◆ **DESCRIPTION OF THE TASK**: Write out every entry exactly as it appears.

(Stored dataset items)
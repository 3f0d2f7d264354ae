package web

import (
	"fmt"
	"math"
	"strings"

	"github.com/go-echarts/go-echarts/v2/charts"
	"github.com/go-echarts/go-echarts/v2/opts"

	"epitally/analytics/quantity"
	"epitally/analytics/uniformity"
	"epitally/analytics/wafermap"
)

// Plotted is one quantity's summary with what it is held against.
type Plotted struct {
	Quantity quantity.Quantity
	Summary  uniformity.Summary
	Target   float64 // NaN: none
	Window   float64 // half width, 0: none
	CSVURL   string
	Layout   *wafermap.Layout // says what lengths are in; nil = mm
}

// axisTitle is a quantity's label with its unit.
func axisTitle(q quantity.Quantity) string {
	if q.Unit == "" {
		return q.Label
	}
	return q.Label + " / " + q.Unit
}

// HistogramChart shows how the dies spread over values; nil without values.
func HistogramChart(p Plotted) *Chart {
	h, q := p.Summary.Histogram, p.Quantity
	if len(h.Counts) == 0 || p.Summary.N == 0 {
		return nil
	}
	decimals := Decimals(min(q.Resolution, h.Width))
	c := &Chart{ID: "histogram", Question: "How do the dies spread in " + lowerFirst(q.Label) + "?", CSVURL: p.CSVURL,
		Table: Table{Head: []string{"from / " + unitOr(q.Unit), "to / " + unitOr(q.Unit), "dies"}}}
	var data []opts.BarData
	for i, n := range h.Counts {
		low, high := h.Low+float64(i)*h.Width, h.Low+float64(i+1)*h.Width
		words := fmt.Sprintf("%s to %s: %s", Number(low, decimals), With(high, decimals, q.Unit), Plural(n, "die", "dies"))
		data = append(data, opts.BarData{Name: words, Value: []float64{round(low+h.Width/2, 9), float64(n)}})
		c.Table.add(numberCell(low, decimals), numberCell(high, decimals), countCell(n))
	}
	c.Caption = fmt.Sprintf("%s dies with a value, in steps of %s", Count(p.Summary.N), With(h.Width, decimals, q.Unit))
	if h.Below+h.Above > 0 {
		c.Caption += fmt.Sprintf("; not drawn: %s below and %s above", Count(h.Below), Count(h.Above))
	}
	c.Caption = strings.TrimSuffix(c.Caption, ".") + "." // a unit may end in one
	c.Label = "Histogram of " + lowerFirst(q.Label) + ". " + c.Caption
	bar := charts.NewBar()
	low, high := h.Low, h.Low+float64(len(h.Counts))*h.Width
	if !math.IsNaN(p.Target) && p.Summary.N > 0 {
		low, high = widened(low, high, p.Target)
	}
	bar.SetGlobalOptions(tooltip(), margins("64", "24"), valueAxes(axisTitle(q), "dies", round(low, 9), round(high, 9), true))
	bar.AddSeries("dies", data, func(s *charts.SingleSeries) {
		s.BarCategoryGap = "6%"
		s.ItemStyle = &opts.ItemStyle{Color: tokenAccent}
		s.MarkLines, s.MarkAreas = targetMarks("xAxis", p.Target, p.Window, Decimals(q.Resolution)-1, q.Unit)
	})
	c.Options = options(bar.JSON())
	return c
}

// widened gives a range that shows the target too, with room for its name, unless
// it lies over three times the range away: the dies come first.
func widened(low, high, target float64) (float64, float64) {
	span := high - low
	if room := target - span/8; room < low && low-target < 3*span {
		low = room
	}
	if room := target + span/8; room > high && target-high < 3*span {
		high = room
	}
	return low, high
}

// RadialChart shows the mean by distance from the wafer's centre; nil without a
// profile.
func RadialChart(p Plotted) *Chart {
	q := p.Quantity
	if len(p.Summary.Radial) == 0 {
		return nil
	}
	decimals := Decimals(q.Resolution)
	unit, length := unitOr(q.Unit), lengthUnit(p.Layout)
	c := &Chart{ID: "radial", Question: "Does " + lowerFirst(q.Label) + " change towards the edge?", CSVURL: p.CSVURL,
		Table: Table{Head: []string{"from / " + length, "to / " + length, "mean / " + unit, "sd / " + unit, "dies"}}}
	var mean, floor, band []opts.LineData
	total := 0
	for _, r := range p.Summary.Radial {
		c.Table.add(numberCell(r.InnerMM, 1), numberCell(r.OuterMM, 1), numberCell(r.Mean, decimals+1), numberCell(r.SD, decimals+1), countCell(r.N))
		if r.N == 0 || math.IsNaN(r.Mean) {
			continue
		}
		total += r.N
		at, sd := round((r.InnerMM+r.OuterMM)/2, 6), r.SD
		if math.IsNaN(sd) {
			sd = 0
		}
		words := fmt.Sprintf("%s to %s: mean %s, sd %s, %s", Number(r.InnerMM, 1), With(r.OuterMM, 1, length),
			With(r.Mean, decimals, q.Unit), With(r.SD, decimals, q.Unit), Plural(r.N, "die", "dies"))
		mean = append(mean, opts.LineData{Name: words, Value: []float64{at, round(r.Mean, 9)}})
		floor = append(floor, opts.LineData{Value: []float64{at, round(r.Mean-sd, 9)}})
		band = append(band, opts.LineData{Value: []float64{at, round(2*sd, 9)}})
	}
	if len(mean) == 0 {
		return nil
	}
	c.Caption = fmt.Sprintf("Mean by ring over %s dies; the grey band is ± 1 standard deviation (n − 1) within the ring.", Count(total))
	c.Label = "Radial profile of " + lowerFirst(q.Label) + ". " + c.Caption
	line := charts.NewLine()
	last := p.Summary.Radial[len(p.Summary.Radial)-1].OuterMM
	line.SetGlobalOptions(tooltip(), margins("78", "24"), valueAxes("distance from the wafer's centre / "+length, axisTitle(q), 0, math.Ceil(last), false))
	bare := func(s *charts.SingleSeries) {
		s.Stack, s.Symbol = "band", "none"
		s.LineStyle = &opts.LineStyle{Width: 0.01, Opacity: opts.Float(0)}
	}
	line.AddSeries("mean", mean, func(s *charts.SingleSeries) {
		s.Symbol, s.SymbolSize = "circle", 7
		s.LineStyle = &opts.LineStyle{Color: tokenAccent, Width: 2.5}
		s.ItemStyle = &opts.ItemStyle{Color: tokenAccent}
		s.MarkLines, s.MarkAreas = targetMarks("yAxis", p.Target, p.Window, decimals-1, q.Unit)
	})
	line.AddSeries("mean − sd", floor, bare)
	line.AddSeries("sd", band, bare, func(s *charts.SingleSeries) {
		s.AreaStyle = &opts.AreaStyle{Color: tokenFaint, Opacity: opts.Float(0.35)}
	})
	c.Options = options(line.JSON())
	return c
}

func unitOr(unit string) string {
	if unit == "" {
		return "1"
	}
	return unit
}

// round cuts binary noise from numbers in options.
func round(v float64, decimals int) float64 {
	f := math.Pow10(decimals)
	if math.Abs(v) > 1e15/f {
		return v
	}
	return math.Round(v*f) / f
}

◆ **RESULT FOR THIS TASK**:
repository 3f0d2f7d264354ae
package web

import (
	"fmt"
	"math"
	"strings"

	"github.com/go-echarts/go-echarts/v2/charts"
	"github.com/go-echarts/go-echarts/v2/opts"

	"epitally/analytics/quantity"
	"epitally/analytics/uniformity"
	"epitally/analytics/wafermap"
)

// Plotted is one quantity's summary with what it is held against.
type Plotted struct {
	Quantity quantity.Quantity
	Summary  uniformity.Summary
	Target   float64 // NaN: none
	Window   float64 // half width, 0: none
	CSVURL   string
	Layout   *wafermap.Layout // says what lengths are in; nil = mm
}

// axisTitle is a quantity's label with its unit.
func axisTitle(q quantity.Quantity) string {
	if q.Unit == "" {
		return q.Label
	}
	return q.Label + " / " + q.Unit
}

// HistogramChart shows how the dies spread over values; nil without values.
func HistogramChart(p Plotted) *Chart {
	h, q := p.Summary.Histogram, p.Quantity
	if len(h.Counts) == 0 || p.Summary.N == 0 {
		return nil
	}
	decimals := Decimals(min(q.Resolution, h.Width))
	c := &Chart{ID: "histogram", Question: "How do the dies spread in " + lowerFirst(q.Label) + "?", CSVURL: p.CSVURL,
		Table: Table{Head: []string{"from / " + unitOr(q.Unit), "to / " + unitOr(q.Unit), "dies"}}}
	var data []opts.BarData
	for i, n := range h.Counts {
		low, high := h.Low+float64(i)*h.Width, h.Low+float64(i+1)*h.Width
		words := fmt.Sprintf("%s to %s: %s", Number(low, decimals), With(high, decimals, q.Unit), Plural(n, "die", "dies"))
		data = append(data, opts.BarData{Name: words, Value: []float64{round(low+h.Width/2, 9), float64(n)}})
		c.Table.add(numberCell(low, decimals), numberCell(high, decimals), countCell(n))
	}
	c.Caption = fmt.Sprintf("%s dies with a value, in steps of %s", Count(p.Summary.N), With(h.Width, decimals, q.Unit))
	if h.Below+h.Above > 0 {
		c.Caption += fmt.Sprintf("; not drawn: %s below and %s above", Count(h.Below), Count(h.Above))
	}
	c.Caption = strings.TrimSuffix(c.Caption, ".") + "." // a unit may end in one
	c.Label = "Histogram of " + lowerFirst(q.Label) + ". " + c.Caption
	bar := charts.NewBar()
	low, high := h.Low, h.Low+float64(len(h.Counts))*h.Width
	if !math.IsNaN(p.Target) && p.Summary.N > 0 {
		low, high = widened(low, high, p.Target)
	}
	bar.SetGlobalOptions(tooltip(), margins("64", "24"), valueAxes(axisTitle(q), "dies", round(low, 9), round(high, 9), true))
	bar.AddSeries("dies", data, func(s *charts.SingleSeries) {
		s.BarCategoryGap = "6%"
		s.ItemStyle = &opts.ItemStyle{Color: tokenAccent}
		s.MarkLines, s.MarkAreas = targetMarks("xAxis", p.Target, p.Window, Decimals(q.Resolution)-1, q.Unit)
	})
	c.Options = options(bar.JSON())
	return c
}

// widened gives a range that shows the target too, with room for its name, unless
// it lies over three times the range away: the dies come first.
func widened(low, high, target float64) (float64, float64) {
	span := high - low
	if room := target - span/8; room < low && low-target < 3*span {
		low = room
	}
	if room := target + span/8; room > high && target-high < 3*span {
		high = room
	}
	return low, high
}

// RadialChart shows the mean by distance from the wafer's centre; nil without a
// profile.
func RadialChart(p Plotted) *Chart {
	q := p.Quantity
	if len(p.Summary.Radial) == 0 {
		return nil
	}
	decimals := Decimals(q.Resolution)
	unit, length := unitOr(q.Unit), lengthUnit(p.Layout)
	c := &Chart{ID: "radial", Question: "Does " + lowerFirst(q.Label) + " change towards the edge?", CSVURL: p.CSVURL,
		Table: Table{Head: []string{"from / " + length, "to / " + length, "mean / " + unit, "sd / " + unit, "dies"}}}
	var mean, floor, band []opts.LineData
	total := 0
	for _, r := range p.Summary.Radial {
		c.Table.add(numberCell(r.InnerMM, 1), numberCell(r.OuterMM, 1), numberCell(r.Mean, decimals+1), numberCell(r.SD, decimals+1), countCell(r.N))
		if r.N == 0 || math.IsNaN(r.Mean) {
			continue
		}
		total += r.N
		at, sd := round((r.InnerMM+r.OuterMM)/2, 6), r.SD
		if math.IsNaN(sd) {
			sd = 0
		}
		words := fmt.Sprintf("%s to %s: mean %s, sd %s, %s", Number(r.InnerMM, 1), With(r.OuterMM, 1, length),
			With(r.Mean, decimals, q.Unit), With(r.SD, decimals, q.Unit), Plural(r.N, "die", "dies"))
		mean = append(mean, opts.LineData{Name: words, Value: []float64{at, round(r.Mean, 9)}})
		floor = append(floor, opts.LineData{Value: []float64{at, round(r.Mean-sd, 9)}})
		band = append(band, opts.LineData{Value: []float64{at, round(2*sd, 9)}})
	}
	if len(mean) == 0 {
		return nil
	}
	c.Caption = fmt.Sprintf("Mean by ring over %s dies; the grey band is ± 1 standard deviation (n − 1) within the ring.", Count(total))
	c.Label = "Radial profile of " + lowerFirst(q.Label) + ". " + c.Caption
	line := charts.NewLine()
	last := p.Summary.Radial[len(p.Summary.Radial)-1].OuterMM
	line.SetGlobalOptions(tooltip(), margins("78", "24"), valueAxes("distance from the wafer's centre / "+length, axisTitle(q), 0, math.Ceil(last), false))
	bare := func(s *charts.SingleSeries) {
		s.Stack, s.Symbol = "band", "none"
		s.LineStyle = &opts.LineStyle{Width: 0.01, Opacity: opts.Float(0)}
	}
	line.AddSeries("mean", mean, func(s *charts.SingleSeries) {
		s.Symbol, s.SymbolSize = "circle", 7
		s.LineStyle = &opts.LineStyle{Color: tokenAccent, Width: 2.5}
		s.ItemStyle = &opts.ItemStyle{Color: tokenAccent}
		s.MarkLines, s.MarkAreas = targetMarks("yAxis", p.Target, p.Window, decimals-1, q.Unit)
	})
	line.AddSeries("mean − sd", floor, bare)
	line.AddSeries("sd", band, bare, func(s *charts.SingleSeries) {
		s.AreaStyle = &opts.AreaStyle{Color: tokenFaint, Opacity: opts.Float(0.35)}
	})
	c.Options = options(line.JSON())
	return c
}

func unitOr(unit string) string {
	if unit == "" {
		return "1"
	}
	return unit
}

// round cuts binary noise from numbers in options.
func round(v float64, decimals int) float64 {
	f := math.Pow10(decimals)
	if math.Abs(v) > 1e15/f {
		return v
	}
	return math.Round(v*f) / f
}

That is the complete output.